# Pda's



## snowconcepts (Dec 29, 2004)

Does Anyone Or Has Anyone Used A Pda To Keep In Your Truck So You Can Keep Track Of What U Have Done During A Snow Event?


----------



## Makndust (Feb 6, 2004)

We use Log Books in our trucks. I guess a pda would be great. I have never thought of it. It would be really great if you have a template in it to just fill out for each job.


----------



## Macomb-Lawn (Jan 20, 2006)

We use IBM X41 tablet PC's, with a Verizon Wireless EVDO network card. All of our accounting is done in "real time" because the tablets in the trucks upload to our servers and database system when a truck gets on site and leaves a site.


----------



## me1223 (Dec 4, 2005)

how big is your fleet if you have the cash to run those?


----------



## Macomb-Lawn (Jan 20, 2006)

me1223 said:


> how big is your fleet if you have the cash to run those?


30 plow trucks (12 w/Vbox)
5 salt trucks

We use it more often in the summer because of lawn care routes, etc.

Send me an email if you want more info.

d.daogaru at macomb-lawn.com


----------



## snowconcepts (Dec 29, 2004)

*Trying To Email You?*

I Tried To Email You And It Won't Let Me.


----------



## Macomb-Lawn (Jan 20, 2006)

Someone sent me an email about it. Here's a link to the laptops. I got an email from nel.. lawn at adel.com (full email address not show on purpose.)

Anyways, the laptops are nice. They are mounted in the truck as a "touchscreen" tablet, and then out of the truck they are regular laptops. The nice thing about IBM is they are VERY secure (biometric thumbprint stuff) and also very rugged. The hard drives are "skip proof" and even in a dump truck, I've never had one fail on us. All the bumping around and elements don't even effect their operation. Then, add a Verizon Wireless Broadband card, and you have high speed internet in the truck. We use a VPN to connect to our servers, and then we have real time data to the office for billing, timesheets, etc.

http://www.pc.ibm.com/us/thinkpad/xseries/tablet/


----------



## paponte (Oct 28, 2003)

D.J. VS. said:


> What software are you running? What are your monthly cost for the Verizon wireless card?


Yes, I am interested also. We are in the process of switching over this year also, and have integrated software for our laptops and pda's as well. We do not have any "real time" wireless set up, but everything is hot linkable and downloads are fast. We've set up bar codes on all of our stock items, and are going to do the same for equipment for maintenance purposes.

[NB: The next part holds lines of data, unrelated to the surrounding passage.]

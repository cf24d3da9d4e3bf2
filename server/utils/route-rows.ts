import type { H3Event } from 'h3'
import { eq } from 'drizzle-orm'
import type { Role } from '#shared/roles'
import type { RouteSnap } from '#shared/logbook'
import type { RouteOutput } from '#shared/route'
import type { Db } from './db'

// Saved routes. One row holds what the solver was given (`options.input`: atoms and sites in the
// scan frame, lattice, clearance, cost, time settings, placed pairs) and what it returned
// (`result`, the contract output of shared/route), so that a route can be shown, exported, run
// and re-planned without solving again. A re-plan is a new row pointing at its parent.

export type RouteRow = typeof schema.routes.$inferSelect
type Pt = [number, number]

export interface RouteSolverInput {
  atoms: Pt[]
  sites: Pt[]
  lattice?: { a1: Pt, a2: Pt, origin: Pt }
  clearance_nm?: number
  cost?: 'distance' | 'squared'
  time?: Record<string, number>
  placed?: Array<[number, number]>
}

export interface RouteMeta {
  /** 'plan': solved from a scan's marks; 'replan': from a run's logbook; 'scan': from a newer scan mid-run. */
  source: 'plan' | 'replan' | 'scan'
  /** Run-wide identity of each atom (default: its index). */
  atom_ids?: number[]
  run_id?: number
  /** Last logbook seq the atoms reflect (re-plans). */
  base_seq?: number
  reason?: string
  marks_version?: number
  fit_id?: number
}

export interface SaveRouteOptions {
  labId: number
  blueprintId: number
  scanId: number | null
  parentId?: number | null
  userId: number
  input: RouteSolverInput
  result: RouteOutput
  meta: RouteMeta
}

export async function saveRoute(db: Db, o: SaveRouteOptions): Promise<RouteRow> {
  const [row] = await db.insert(schema.routes).values({
    lab_id: o.labId, blueprint_id: o.blueprintId, scan_id: o.scanId, parent_id: o.parentId ?? null,
    options: { ...o.meta, input: o.input },
    result: o.result as unknown as Record<string, unknown>,
    move_count: o.result.moves.length, total_length_nm: o.result.total_length_nm, solver_ms: o.result.solver_ms,
    created_by: o.userId,
  }).returning()
  return row!
}

/** The solver input stored with a route (older rows may keep it at the top level of options). */
export function routeInput(row: RouteRow): RouteSolverInput {
  const o = row.options as { input?: RouteSolverInput } & Partial<RouteSolverInput>
  return o.input ?? { atoms: o.atoms ?? [], sites: o.sites ?? [], lattice: o.lattice, clearance_nm: o.clearance_nm, cost: o.cost, time: o.time, placed: o.placed }
}

export function routeMeta(row: RouteRow): Partial<RouteMeta> {
  return row.options as Partial<RouteMeta>
}

export function routeResult(row: RouteRow): RouteOutput {
  return row.result as unknown as RouteOutput
}

/** The route as the logbook derivation sees it (shared/logbook). */
export function routeSnap(row: RouteRow, runId: number): RouteSnap {
  const input = routeInput(row)
  const meta = routeMeta(row)
  const ownRun = meta.run_id === runId
  return {
    id: row.id,
    parent_id: row.parent_id,
    atoms: input.atoms,
    atom_ids: meta.atom_ids ?? input.atoms.map((_, k) => k),
    sites: input.sites,
    moves: routeResult(row).moves ?? [],
    placed: input.placed ?? [],
    base_seq: ownRun ? meta.base_seq ?? 0 : 0,
    anchor: ownRun && meta.source === 'scan',
  }
}

/** The route behind :routeId for a caller with at least `role` in its lab (401/404/403). */
export async function routeForCaller(event: H3Event, role: Role) {
  await requireUserId(event)
  const id = idParam(event, 'routeId')
  const db = await useDb()
  const route = await db.query.routes.findFirst({ where: eq(schema.routes.id, id) })
  if (!route) throw createError({ statusCode: 404, message: 'No such route' })
  const access = await requireRowLab(event, route.lab_id, role, 'route')
  return { db, route, access }
}
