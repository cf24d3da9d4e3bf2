import { describe, expect, it } from 'vitest'
import * as BESSEL from 'bessel'
import {
  BLACK_DOT, ScatteringAtEnergy, amplitudeFromPhaseShift, cleanLdosRatio, scatteringMap, scatteringSpectrum, waveNumber,
  type Complex,
} from '../../../shared/waves/scattering'
import { cleanDos2D_per_eVnm2 } from '../../../shared/waves/constants'
import { integrate } from './quadrature'

// Cu(111) surface state, E0 = −0.44 eV, m* = 0.38 (Crommie, Lutz, Eigler 1993,
// from memory); ħ²/(2m_e) = 0.0380998 eV·nm² (CODATA, derived).
const E0 = -0.44
const M = 0.38
const P = 0.0380998 / M // ħ²/(2m*), eV·nm²

/** H0⁽¹⁾(x) = J0 + iY0 from the npm `bessel` package (independent of the code under test). */
function h0pkg(x: number): Complex {
  return { re: BESSEL.besselj(x, 0), im: BESSEL.bessely(x, 0) }
}
const mul = (a: Complex, b: Complex): Complex => ({ re: a.re * b.re - a.im * b.im, im: a.re * b.im + a.im * b.re })
const add = (a: Complex, b: Complex): Complex => ({ re: a.re + b.re, im: a.im + b.im })
const div = (a: Complex, b: Complex): Complex => {
  const d = b.re * b.re + b.im * b.im
  return { re: (a.re * b.re + a.im * b.im) / d, im: (a.im * b.re - a.re * b.im) / d }
}

function xyOf(pts: [number, number][]): Float64Array {
  return Float64Array.from(pts.flat())
}

describe('scatterer amplitude', () => {
  it('follows ½(e^{2iδ0} − 1): black dot −½, hard elastic δ0 = π/2 gives −1 (Heller, Crommie, Lutz, Eigler, Nature 369, 464 (1994))', () => {
    expect(BLACK_DOT).toEqual({ re: -0.5, im: 0 })
    const hard = amplitudeFromPhaseShift({ re: Math.PI / 2, im: 0 })
    expect(hard.re).toBeCloseTo(-1, 15)
    expect(hard.im).toBeCloseTo(0, 15)
    const nearBlack = amplitudeFromPhaseShift({ re: 0.3, im: 20 })
    expect(nearBlack.re).toBeCloseTo(-0.5, 15)
    expect(nearBlack.im).toBeCloseTo(0, 15)
  })
})

describe('clean surface', () => {
  it('has the constant 2-D DOS m*/(2πħ²) without scatterers, and 0 below E0', () => {
    const k = waveNumber(0, 0, E0, M)
    const sys = new ScatteringAtEnergy(new Float64Array(0), k, BLACK_DOT)
    const map = scatteringMap(sys, 4, [-1, 1, -1, 1])
    for (const v of map) expect(v).toBe(1)
    // ρ∞ in absolute units: m*/(2πħ²) = 1/(4π·ħ²/2m*) (free 2-D electron gas, textbook)
    expect(cleanDos2D_per_eVnm2(M)).toBeCloseTo(1 / (4 * Math.PI * P), 5)
    const s = scatteringSpectrum(new Float64Array(0), [0, 0], [-0.6, -0.45, -0.43, 0.2], { E0_eV: E0, m_eff: M, hwhm_eV: 0, a: BLACK_DOT })
    expect(Array.from(s)).toEqual([0, 0, 1, 1])
  })

  it('with broadening Γ is the Lorentzian-smeared step ½ + atan((E − E0)/Γ)/π', () => {
    // ∫_{E0}^∞ L_Γ(E − E′) dE′ = ½ + atan((E − E0)/Γ)/π (closed form of the convolution)
    const g = 0.03
    const E = [-0.7, -0.5, -0.44, -0.4, 0, 0.5]
    const s = scatteringSpectrum(new Float64Array(0), [0, 0], E, { E0_eV: E0, m_eff: M, hwhm_eV: g, a: BLACK_DOT })
    E.forEach((e, i) => expect(s[i]!).toBeCloseTo(0.5 + Math.atan((e - E0) / g) / Math.PI, 13))
  })
})

describe('single scatterer against the closed form', () => {
  // One scatterer at R: T = t, so G(r, r) = G0(r, r) + G0(r, R)·t·G0(R, r) and
  //   δρ(r) = −(1/π)·Im[t·G0(r − R)²].
  // With G0 = −(i m*/2ħ²)·H0⁽¹⁾(k|r − R|) and t = (2iħ²/m*)·a (so that t·G0 = a·H0⁽¹⁾):
  //   t·G0² = −(i m*/2ħ²)·a·H0⁽¹⁾², hence δρ = (m*/(2πħ²))·Re(a·H0⁽¹⁾²) = ρ∞·Re(a·H0⁽¹⁾(k|r − R|)²).
  // Far away H0⁽¹⁾² ≈ (2/(πkr))·(−i)e^{2ikr}: the black dot gives δρ/ρ∞ ≈ −sin(2kr)/(πkr), the
  // 1/r Friedel-like decay of a 2-D point defect.
  const R0: [number, number] = [0.3, -0.2]
  for (const [label, a] of [['black dot', BLACK_DOT], ['hard elastic δ0 = π/2', amplitudeFromPhaseShift({ re: Math.PI / 2, im: 0 })],
    ['complex δ0 = 0.7 + 0.4i', amplitudeFromPhaseShift({ re: 0.7, im: 0.4 })]] as const) {
    it(`matches ρ∞·(1 + Re(a·H0⁽¹⁾²)) for the ${label} (H0 from the npm bessel package)`, () => {
      for (const E of [-0.3, 0, 0.25]) {
        const k = waveNumber(E, 0, E0, M)
        expect(k.re).toBeCloseTo(Math.sqrt((E - E0) / P), 4)
        const sys = new ScatteringAtEnergy(xyOf([R0]), k, a)
        for (const [x, y] of [[1, 1], [-2.5, 0.4], [0.3, 4], [7, -6]] as const) {
          const d = Math.hypot(x - R0[0], y - R0[1])
          const h = h0pkg(k.re * d)
          const want = 1 + mul(a, mul(h, h)).re
          expect(Math.abs(sys.ldosRatio(x, y) - want)).toBeLessThan(2e-7)
        }
      }
    })
  }

  it('decays like −sin(2kr)/(πkr) far from a black dot', () => {
    const k = waveNumber(0, 0, E0, M)
    const sys = new ScatteringAtEnergy(xyOf([[0, 0]]), k, BLACK_DOT)
    for (const r of [20, 35.5, 60]) {
      const kr = k.re * r
      // next order of Hankel's expansion is O((kr)^-2): allow 1/(kr)²
      expect(Math.abs(sys.ldosRatio(r, 0) - 1 + Math.sin(2 * kr) / (Math.PI * kr))).toBeLessThan(1 / (kr * kr))
    }
  })

  it('with broadening equals the Lorentzian convolution of the sharp result (complex energy E + iΓ)', () => {
    // The scattered part F(E) = a·H0⁽¹⁾(k(E)d)² is analytic in the upper half E-plane and → 0 there,
    // so Re F(E + iΓ) = ∫ Re F(E′) L_Γ(E − E′) dE′ (Poisson integral). Below E0 the sharp model
    // continues as k = iκ, H0⁽¹⁾(iκd) = −(2i/π)K0(κd) (DLMF 10.27.8). The right side is integrated
    // numerically with J0, Y0, K0 from the npm bessel package, in s with E′ − E0 = ±s² so that the
    // √ and log² behaviour at the band bottom is smooth.
    const g = 0.05
    const d = 1.3
    const a = BLACK_DOT
    const sharp = (eps: number): number => {
      if (eps > 0) {
        const h = h0pkg(Math.sqrt(eps / P) * d)
        return mul(a, mul(h, h)).re
      }
      const K = BESSEL.besselk(Math.sqrt(-eps / P) * d, 0)
      return a.re * (-(4 / (Math.PI * Math.PI)) * K * K)
    }
    const lor = (x: number) => g / (Math.PI * (x * x + g * g))
    for (const E of [-0.5, -0.42, -0.2, 0.1]) {
      const above = integrate(s => 2 * s * sharp(s * s) * lor(E - (E0 + s * s)), 1e-12, 18, 900, 12)
      const below = integrate(s => 2 * s * sharp(-s * s) * lor(E - (E0 - s * s)), 1e-12, 2, 200, 12)
      const want = above + below
      const k = waveNumber(E, g, E0, M)
      const sys = new ScatteringAtEnergy(xyOf([[0, 0]]), k, a)
      const got = sys.ldosRatio(d, 0) - cleanLdosRatio(k)
      // the values are 0.03–0.07; measured agreement ≈ 2e-7 (the package's accuracy and the
      // truncated tail beyond 18² eV, whose oscillation largely cancels)
      expect(Math.abs(got - want)).toBeLessThan(1e-6)
    }
  })
})

describe('two scatterers against the closed form', () => {
  it('matches Q = (h1² + h2² + 2a·h12·h1·h2)/(1 − a²h12²)', () => {
    // M = [[1, −a h12], [−a h12, 1]], M⁻¹ = [[1, a h12], [a h12, 1]]/(1 − a²h12²), Q = hᵀM⁻¹h
    const pts: [number, number][] = [[0, 0], [1.7, 0.4]]
    const a = amplitudeFromPhaseShift({ re: 1.1, im: 0.2 })
    const k = waveNumber(-0.1, 0, E0, M)
    const sys = new ScatteringAtEnergy(xyOf(pts), k, a)
    const h12 = h0pkg(k.re * Math.hypot(1.7, 0.4))
    for (const [x, y] of [[0.5, 2], [-3, -1], [0.85, 0.2]] as const) {
      const h1 = h0pkg(k.re * Math.hypot(x, y))
      const h2 = h0pkg(k.re * Math.hypot(x - 1.7, y - 0.4))
      const num = add(add(mul(h1, h1), mul(h2, h2)), mul({ re: 2 * a.re, im: 2 * a.im }, mul(h12, mul(h1, h2))))
      const den = add({ re: 1, im: 0 }, mul({ re: -1, im: 0 }, mul(mul(a, a), mul(h12, h12))))
      const want = 1 + mul(a, div(num, den)).re
      expect(Math.abs(sys.ldosRatio(x, y) - want)).toBeLessThan(1e-6)
    }
    // the spectrum path (one LU solve per energy) gives the same number as the inverse
    const s = scatteringSpectrum(xyOf(pts), [0.5, 2], [-0.1], { E0_eV: E0, m_eff: M, hwhm_eV: 0, a })
    expect(s[0]!).toBeCloseTo(sys.ldosRatio(0.5, 2), 12)
  })
})

describe('a perfect ring', () => {
  const N = 48
  const R = 7.13 // the published 48-atom ring (Crommie, Lutz, Eigler, Science 262, 218 (1993))
  const ring: [number, number][] = Array.from({ length: N }, (_, i) => [R * Math.cos((2 * Math.PI * i) / N), R * Math.sin((2 * Math.PI * i) / N)])

  it('has a C_48-symmetric LDOS to 1e-9 (with and without broadening)', () => {
    for (const g of [0, 0.02]) {
      const sys = new ScatteringAtEnergy(xyOf(ring), waveNumber(-0.3, g, E0, M), BLACK_DOT)
      for (const [x, y] of [[1.234, 0.567], [3.9, -2.2], [6.5, 1.1], [8.8, 0.4]]) {
        const v = sys.ldosRatio(x!, y!)
        for (const q of [1, 5, 17, 31]) {
          const t = (2 * Math.PI * q) / N
          const w = sys.ldosRatio(x! * Math.cos(t) - y! * Math.sin(t), x! * Math.sin(t) + y! * Math.cos(t))
          expect(Math.abs(w - v)).toBeLessThan(1e-9 * Math.max(1, Math.abs(v)))
        }
        // mirror symmetry across the x axis (an atom sits on it)
        expect(Math.abs(sys.ldosRatio(x!, -y!) - v)).toBeLessThan(1e-9 * Math.max(1, Math.abs(v)))
      }
    }
  })

  it('gives a map that is symmetric under 90° rotation of the pixel grid', () => {
    const sys = new ScatteringAtEnergy(xyOf(ring), waveNumber(0, 0.01, E0, M), BLACK_DOT)
    const px = 24
    const map = scatteringMap(sys, px, [-9, 9, -9, 9])
    // (x, y) → (−y, x): pixel (c, r) → (px−1−r, c)
    for (let r = 0; r < px; r++) {
      for (let c = 0; c < px; c++) expect(Math.abs(map[c * px + (px - 1 - r)]! - map[r * px + c]!)).toBeLessThan(1e-9)
    }
  })
})
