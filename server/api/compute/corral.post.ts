// Hard-wall circular corral: levels, point spectrum and LDOS map (contract in the README's API section).
export default defineEventHandler(async (event) => {
  await requireUserId(event)
  return runCompute({ kind: 'corral', input: await readJson(event) })
})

If it is cost effective, wireless would be nice. I eould think you would be able to process credit cards as well being on wireless, that would be a plus also.


----------



## Macomb-Lawn (Jan 20, 2006)

The cost is as follow:

Verizon cards: Free
Service: $59.00 a month (first line) and $10.00 per month each additional card.
That is for unlimited data.

The tablet pc's run Window XP Pro Tablet Edition. For customer management we use ACT! 2006 and a custom MS Access database.
Here is a link to Verizons stuff: http://www.verizonwireless.com/b2c/mobileoptions/broadband/index.jsp


----------



## Macomb-Lawn (Jan 20, 2006)

I have a pdf my IT guy put together explaining it all but it's too big to attach on the forum. If anyone wants to host it and put it up online I can email it to you or if anyone wants a copy shoot me an email.

[email protected]


----------



## me1223 (Dec 4, 2005)

a few questions about the business if you don't mind;

-how did you start out? and with what?
-how long have you been in the business?
-are you goin solo or do you have a partner in the business?
-other than snowplowing what else do you do (I see you mentioned lawncare) so is that just maintainance or installs, and fert/chem. applications as well?


----------



## norrod (Nov 3, 2004)

I have hosted this PDF , available via the following link....

Macomb-Lawn's Technical Overview (PDF)

Don't forget your Pittsburgh Steelers Rally Song Here..

Cheers,


----------



## mrfreeze (Jul 8, 2006)

*PDA vs Notebook*

PDA technology is advancing more toward the Bar Code industry than the service industry. A standard notebook computer or a tablet touch screen with a small thermal printer can do practicaly anything. I run Access, Excel, Outlook and AutoCAD on mine.


----------



## gardenkeeper88 (Dec 22, 2001)

I have used a PDA for about 7 years. simple for 1 or 2 trucks. The program is called punch clock pro. I have the customers name then plow salt and shove under that. I touch the name and what service I'm doing then touch the next customer or next service and it automatically stops the time and switches it to the the next one I touch. This year will be my first year with QXPRESS. Bought the software last year for the summer season and now to start with the winter. It has worked well this year. Been using a PDA for about 10 years in a lot of different aspects of my business.


----------